После демобилизации он сам потянулся к прежней беззаботной жизни, нашел старых знакомых. Те приняли его как родного, и колесо завертелось в прежнем направлении. Но теперь уже он не был мальчиком и при реализации очередной идеи потребовал к себе отношения как к равному. Ему отказали, но он проявил настойчивость. Ему пригрозили, но… это было ошибкой. В короткой схватке он — может быть, не совсем сознательно — лишил жизни другого человека…
Впрочем, тот человек, а точнее, недочеловек, сам угрожал его жизни при помощи огнестрельного оружия. А поэтому суд признал пределы необходимой самообороны частично уместными. Но, с другой стороны, убийство есть убийство.
Он снова оказался за решеткой и отсидел положенное от звонка до звонка. А когда вышел, оказалось, что умер отец, а больше у него никого не было. Дальних родственников он не знал да никогда ими и не интересовался.
В тех кругах, где он вращался ранее, авторитет его заметно повысился, но он не вернулся туда. И не потому, что решил встать на честный путь — туда, как он считал, ему дорога заказана, — а потому, что прежние знакомцы для него теперешнего были мелки. Он все чаще подумывал о большом серьезном «деле» и осторожно искал компаньона.
Тот, кто ищет, обычно находит. Он встретил подходящего человека, и они стали сотрудничать. Дело было остроумное, конечно связанное с некоторым риском, но практически минимальным. Оно, это дело, почти сразу же стало приносить доход, а в будущем обещало во много раз больше…
По совету своего компаньона он устроился работать водителем. Так было удобнее: колеса давали свободу и мобильность, а государственные номерные знаки не вызывали подозрений и не «светились» так, как индивидуальные, частные. «Работали» по схеме деньги — ювелирные изделия — деньги. «Товар» привозил прибалт-посредник. Капитал в рублях доставлял южанин, компаньон Зота. Шабалин же обеспечивал приобретение ценностей и контакт. Разумеется, на колесах.
Роль Зота, казалось бы, была невелика. Однако ювелирные изделия не всегда покупались им в магазинах. Пользуясь своими старыми связями, он вдвое, а то и втрое дешевле перекупал краденое, о чем компаньон его и не подозревал.
Обмен «товаром» происходил в такси. Подумаешь, два пассажира на заднем сиденье незаметно обменялись пакетами… Но Зот, многому наученный судьбой, не просто предполагал провал, а каким-то чутьем предвидел это. Вот что заставило его искать себе замену за рулем: остальное, как ему казалось, было не слишком доказуемо… Вскоре он такую замену нашел.
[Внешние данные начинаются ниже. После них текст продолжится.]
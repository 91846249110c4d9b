package lineproto

import (
	"errors"
	"math"
	"strings"
	"testing"
)

func TestParseNumber(t *testing.T) {
	cases := []struct {
		reply, pattern, unit string
		want                 float64
		bad                  bool
	}{
		{"600.000", "", "", 600, false},
		{"  -12.5e-1 ", "", "", -1.25, false},
		{"12.5 uW", "", "uW", 12.5, false},
		{"1.234E-05", "", "W→uW", 12.34, false},
		// SI prefixes (BIPM, The International System of Units, 9th ed., 2019, §3):
		// 1 mW = 10³ µW, 1 W = 10⁶ µW, 1 nW = 10⁻³ µW.
		{"1.5E-2 mW", "", "uW", 15, false},
		{"2.5E-5 W", "", "uW", 25, false},
		{"750 nW", "", "uW", 0.75, false},
		{"4.2 K", "", "K", 4.2, false},
		{"3 mK", "", "K", 0.003, false},
		{"POS 12.000", `^POS (?P<value>\S+)$`, "", 12, false},
		{"P=3.0;U=mW", `^P=(?P<value>[^;]+);U=(?P<unit>\w+)$`, "uW", 3000, false},
		{"", "", "", 0, true},
		{"NaN", "", "", 0, true},
		{"Inf", "", "", 0, true},
		{"0x10", "", "", 0, true},
		{"1_000", "", "", 0, true},
		{"12.5 furlongs", "", "uW", 0, true},
		{"12.5 uW", "", "", 0, true}, // a unit where none is expected
		{"12.5 mm", "", "uW", 0, true},
		{"POS 1~2.000", `^POS (?P<value>\S+)$`, "", 0, true},
		{"ANG 12", `^POS (?P<value>\S+)$`, "", 0, true},
		{"ERR 3", "", "", 0, true},
		{"1e999", "", "", 0, true},
	}
	for _, c := range cases {
		var p *Pattern
		if c.pattern != "" {
			p = MustPattern(c.pattern)
		}
		assumed, want, _ := strings.Cut(c.unit, "→")
		if want == "" {
			want, assumed = assumed, ""
		}
		got, err := ParseNumber(c.reply, p, assumed, want)
		if c.bad {
			if err == nil || !errors.Is(err, ErrBadReply) {
				t.Errorf("ParseNumber(%q, %q) = %v, %v; want ErrBadReply", c.reply, c.unit, got, err)
			}
			continue
		}
		if err != nil || got != c.want {
			t.Errorf("ParseNumber(%q, %q) = %v, %v; want %v", c.reply, c.unit, got, err, c.want)
		}
	}
}

func TestParseCountsAndState(t *testing.T) {
	ch := []string{"x", "xx"}
	if got, err := ParseCounts("1234 567", nil, ch); err != nil || got[0] != 1234 || got[1] != 567 {
		t.Fatalf("%v %v", got, err)
	}
	if got, err := ParseCounts("CNT 5,6", MustPattern(`^CNT (?P<xx>\d+),(?P<x>\d+)$`), ch); err != nil || got[0] != 6 || got[1] != 5 {
		t.Fatalf("named groups: %v %v; want x=6 xx=5", got, err)
	}
	for _, bad := range []string{"", "12", "1 2 3", "-1 2", "1.5 2", "a b", "18446744073709551616 1"} {
		if got, err := ParseCounts(bad, nil, ch); !errors.Is(err, ErrBadReply) {
			t.Errorf("ParseCounts(%q) = %v, %v; want ErrBadReply", bad, got, err)
		}
	}
	busy, ready := MustPattern(`^BUSY 1$`), MustPattern(`^BUSY 0$`)
	if b, err := ParseState("BUSY 1", busy, ready); err != nil || !b {
		t.Fatal(b, err)
	}
	if b, err := ParseState("BUSY 0", busy, ready); err != nil || b {
		t.Fatal(b, err)
	}
	if _, err := ParseState("BUSY ~", busy, ready); !errors.Is(err, ErrBadReply) {
		t.Fatalf("garbled state: %v", err)
	}
}

func TestTemplates(t *testing.T) {
	cases := []struct {
		src  string
		v    Vars
		want string
	}{
		{"MOVE {value:%.3f}", Vars{Value: 600}, "MOVE 600.000"},
		{"{axis}PA{value:%.0f}", Vars{Value: 12000.4, Axis: "2"}, "2PA12000"},
		{"ACQ {gate_ms:%d}", Vars{GateMS: 99.6}, "ACQ 100"},
		{"ACQ {gate_s:%g}", Vars{GateMS: 250}, "ACQ 0.25"},
		{"SET {{raw}} {value}", Vars{Value: -1.5}, "SET {raw} -1.5"},
		{"*OPC?", Vars{}, "*OPC?"},
		{"X{value:%+08.2f}", Vars{Value: 3.14159}, "X+0003.14"},
		{"N {value:%d}", Vars{Value: -2.5}, "N -3"},
	}
	for _, c := range cases {
		tp, err := ParseTemplate(c.src, "value", "axis", "gate_ms", "gate_s")
		if err != nil {
			t.Fatalf("%q: %v", c.src, err)
		}
		got, err := tp.Render(c.v)
		if err != nil || got != c.want {
			t.Errorf("%q → %q, %v; want %q", c.src, got, err, c.want)
		}
	}
	for _, bad := range []string{"", "MOVE {value", "MOVE }", "MOVE {speed}", "MOVE {value:%s}", "MOVE {value:%.999f}", "MOVE {value:%x}", "{axis:%d}", "MOVE {value:%%}"} {
		if _, err := ParseTemplate(bad, "value", "axis"); err == nil {
			t.Errorf("ParseTemplate(%q) accepted", bad)
		}
	}
	if _, err := ParseTemplate("GATE {gate_ms}", "value"); err == nil {
		t.Error("a placeholder the command does not allow was accepted")
	}
	tp, _ := ParseTemplate("MOVE {value:%.3f}", "value")
	for _, v := range []float64{math.NaN(), math.Inf(1)} {
		if s, err := tp.Render(Vars{Value: v}); err == nil {
			t.Errorf("rendered %v as %q", v, s)
		}
	}
	ax, _ := ParseTemplate("{axis}POS?", "axis")
	if s, err := ax.Render(Vars{Axis: "1\n2"}); err == nil {
		t.Errorf("rendered a line break: %q", s)
	}
}

func TestMotionTime(t *testing.T) {
	// Trapezoid, demo stage of PHYSICS.md (25 mm/s, 50 mm/s²): 100 mm takes
	// 100/25 + 25/50 = 4.5 s; 4 mm never reaches full speed: 2·sqrt(4/50) = 0.566 s.
	if got := MotionTime(100, 25, 50).Seconds(); math.Abs(got-4.5) > 1e-9 {
		t.Fatalf("100 mm: %v s", got)
	}
	if got := MotionTime(-4, 25, 50).Seconds(); math.Abs(got-2*math.Sqrt(0.08)) > 1e-9 {
		t.Fatalf("4 mm: %v s", got)
	}
	if got := MotionTime(10, 0, 50); got != 0 {
		t.Fatalf("unknown speed: %v", got)
	}
}

func FuzzParseNumber(f *testing.F) {
	for _, s := range []string{"600.000", "1.5E-2 mW", "POS 1", "NaN", "-0", ".5", "1e400", "12.5 µW"} {
		f.Add(s, "uW")
	}
	pat := MustPattern(`^(?:POS )?(?P<value>\S+)(?: (?P<unit>\S+))?$`)
	f.Fuzz(func(t *testing.T, reply, unit string) {
		for _, p := range []*Pattern{nil, pat} {
			v, err := ParseNumber(reply, p, "", unit)
			if err != nil {
				if !errors.Is(err, ErrBadReply) {
					t.Fatalf("%q: error %v does not wrap ErrBadReply", reply, err)
				}
				continue
			}
			if math.IsNaN(v) || math.IsInf(v, 0) {
				t.Fatalf("%q parsed to %v", reply, v)
			}
			if !strings.ContainsAny(reply, "0123456789") {
				t.Fatalf("%q has no digit but parsed to %v", reply, v)
			}
		}
	})
}

func FuzzParseCounts(f *testing.F) {
	for _, s := range []string{"1 2", "CNT 1 2", "1,2", "-1 2", "99999999999999999999 1"} {
		f.Add(s)
	}
	pat := MustPattern(`^CNT (?P<x>\S+) (?P<xx>\S+)$`)
	f.Fuzz(func(t *testing.T, reply string) {
		for _, p := range []*Pattern{nil, pat} {
			c, err := ParseCounts(reply, p, []string{"x", "xx"})
			if err != nil {
				if !errors.Is(err, ErrBadReply) {
					t.Fatalf("%q: %v", reply, err)
				}
				continue
			}
			if len(c) != 2 {
				t.Fatalf("%q: %d counts", reply, len(c))
			}
		}
	})
}

func FuzzTemplate(f *testing.F) {
	for _, s := range []string{"MOVE {value:%.3f}", "{axis}GO {value:%d}", "ACQ {gate_ms:%08.2e}", "{{}}", "X{value"} {
		f.Add(s, 1.5, "1", 100.0)
	}
	f.Fuzz(func(t *testing.T, src string, value float64, axisName string, gate float64) {
		tp, err := ParseTemplate(src, "value", "axis", "gate_ms", "gate_s")
		if err != nil {
			return
		}
		out, err := tp.Render(Vars{Value: value, Axis: axisName, GateMS: gate})
		if err != nil {
			return
		}
		if strings.ContainsAny(out, "\r\n") {
			t.Fatalf("%q rendered a line break: %q", src, out)
		}
		if !tp.Uses("value") && !tp.Uses("axis") && !tp.Uses("gate_ms") && !tp.Uses("gate_s") {
			// A template without placeholders renders its literal text.
			want := strings.ReplaceAll(strings.ReplaceAll(src, "{{", "{"), "}}", "}")
			if out != want {
				t.Fatalf("%q rendered %q, want %q", src, out, want)
			}
		}
	})
}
После увольнения из армии Эдуард Баранчук получил паспорт, военный билет и приступил к новой работе. Поначалу работа ему понравилась. Здесь и работа с людьми, и неожиданности большого города, и многое-многое другое. Поэтому стоит рассказать об одном из работах дней таксиста Эдуарда Баранчука. Работа в такси многообразна: каждая новая смена не похожа на предыдущую.
Но этот день и начался необычно, и закончился так же. Накануне он начал читать роман Александра Дюма «Графиня де Монсоро» и закончил это увлекательное чтение глубокой ночью. Но долго еще не мог заснуть, переживая благородные приключенческие коллизии. Короче, он проспал, и пришлось торопиться.
Наскоро умывшись — какая там зубная щетка! — он сунул в рот огромный кусок колбасы и стал запрыгивать в брюки. Одновременно он еще натягивал свитер, но слегка запутался в нем, и оттого часть колбасы пошла с ворсом. Ботинки Эдуард шнуровать не стал и, схватив куртку, ринулся в коридор, на ходу проверяя, на месте ли пропуск, права и запасные, «свои» ключи от замка зажигания и багажника. Пренебрежительное отношение к обувной фурнитуре не замедлило сказаться самым фатальным образом: в темном коридоре он наступил на шнурок, зацепил висящую на гвозде раскладушку, та, в свою очередь, сбила велосипед и самопроизвольно разложилась, перегородив ему путь. Эдик промчался по этим хрустящим и звякающим предметам, как мустанг, и вылетел на лестничную площадку. Там стояла полуглухая соседская бабушка, у ног ее жался испуганный пинчер.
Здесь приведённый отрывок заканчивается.